> _Exercise requirements_: Please copy out the lines in the entries that contain "Data".

--

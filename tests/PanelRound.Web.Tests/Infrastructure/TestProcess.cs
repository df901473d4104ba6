using System.Runtime.CompilerServices;

namespace PanelRound.Web.Tests.Infrastructure;

/// <summary>Process-wide settings of the integration tests, applied before any host starts.</summary>
internal static class TestProcess
{
    /// <summary>
    /// Implementation note: every test host would otherwise watch its appsettings files, one
    /// inotify instance each; hundreds of hosts in one process reach the system's per-user limit
    /// (128 by default on Debian) and later hosts fail to start.
    /// </summary>
    [ModuleInitializer]
    internal static void Initialize() => Environment.SetEnvironmentVariable("DOTNET_hostBuilder__reloadConfigOnChange", "false");
}
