using System.Text.Json;
using Microsoft.EntityFrameworkCore;
using Npgsql;
using PanelRound.Core.Domain;
using PanelRound.Data;
using PanelRound.Data.Entities;
using PanelRound.Web.Features.Rounds;
using PanelRound.Web.Infrastructure;

namespace PanelRound.Web.Features.Answers;

/// <summary>What a saved submission produced; <paramref name="Replayed"/> is true when an idempotency key had already produced it.</summary>
public sealed record SubmissionReceipt(int Round, int Saved, bool Draft, DateTime At, IReadOnlyList<string> Warnings, bool Replayed = false);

--

> _Task output_:
using PanelRound.Data;
using PanelRound.Data.Entities;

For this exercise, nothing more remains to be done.